What lines of the data below hold "export"? Show them.

● **INPUT FOR THIS TASK**
....................

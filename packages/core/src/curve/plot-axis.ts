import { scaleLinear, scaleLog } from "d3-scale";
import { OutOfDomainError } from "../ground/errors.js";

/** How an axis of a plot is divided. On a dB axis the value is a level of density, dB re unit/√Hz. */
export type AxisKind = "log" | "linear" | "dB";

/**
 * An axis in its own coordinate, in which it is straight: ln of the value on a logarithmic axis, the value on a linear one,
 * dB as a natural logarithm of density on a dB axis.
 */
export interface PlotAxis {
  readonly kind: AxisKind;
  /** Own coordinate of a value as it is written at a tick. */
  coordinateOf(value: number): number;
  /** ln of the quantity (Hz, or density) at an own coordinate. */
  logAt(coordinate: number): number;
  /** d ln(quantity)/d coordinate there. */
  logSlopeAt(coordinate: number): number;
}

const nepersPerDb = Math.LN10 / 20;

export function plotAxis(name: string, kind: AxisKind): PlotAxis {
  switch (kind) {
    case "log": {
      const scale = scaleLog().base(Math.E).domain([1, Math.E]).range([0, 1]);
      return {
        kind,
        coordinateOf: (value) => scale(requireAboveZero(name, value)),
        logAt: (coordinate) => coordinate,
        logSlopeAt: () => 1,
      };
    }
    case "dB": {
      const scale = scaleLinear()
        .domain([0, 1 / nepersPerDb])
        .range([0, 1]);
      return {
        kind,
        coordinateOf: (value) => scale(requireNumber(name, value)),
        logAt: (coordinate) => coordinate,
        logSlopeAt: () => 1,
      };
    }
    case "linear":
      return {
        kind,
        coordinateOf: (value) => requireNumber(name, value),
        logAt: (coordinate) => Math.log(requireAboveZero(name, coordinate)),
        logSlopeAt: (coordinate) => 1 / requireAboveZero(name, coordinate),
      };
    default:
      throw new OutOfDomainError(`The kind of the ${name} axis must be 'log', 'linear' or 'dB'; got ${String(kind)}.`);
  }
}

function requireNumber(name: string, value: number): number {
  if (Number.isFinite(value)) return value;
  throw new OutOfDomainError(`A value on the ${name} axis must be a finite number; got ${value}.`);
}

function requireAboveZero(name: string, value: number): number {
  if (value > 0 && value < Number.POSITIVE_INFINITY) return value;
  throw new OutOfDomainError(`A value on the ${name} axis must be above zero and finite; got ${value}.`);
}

....................

● **REPLY**
export type AxisKind = "log" | "linear" | "dB";
export interface PlotAxis {
export function plotAxis(name: string, kind: AxisKind): PlotAxis {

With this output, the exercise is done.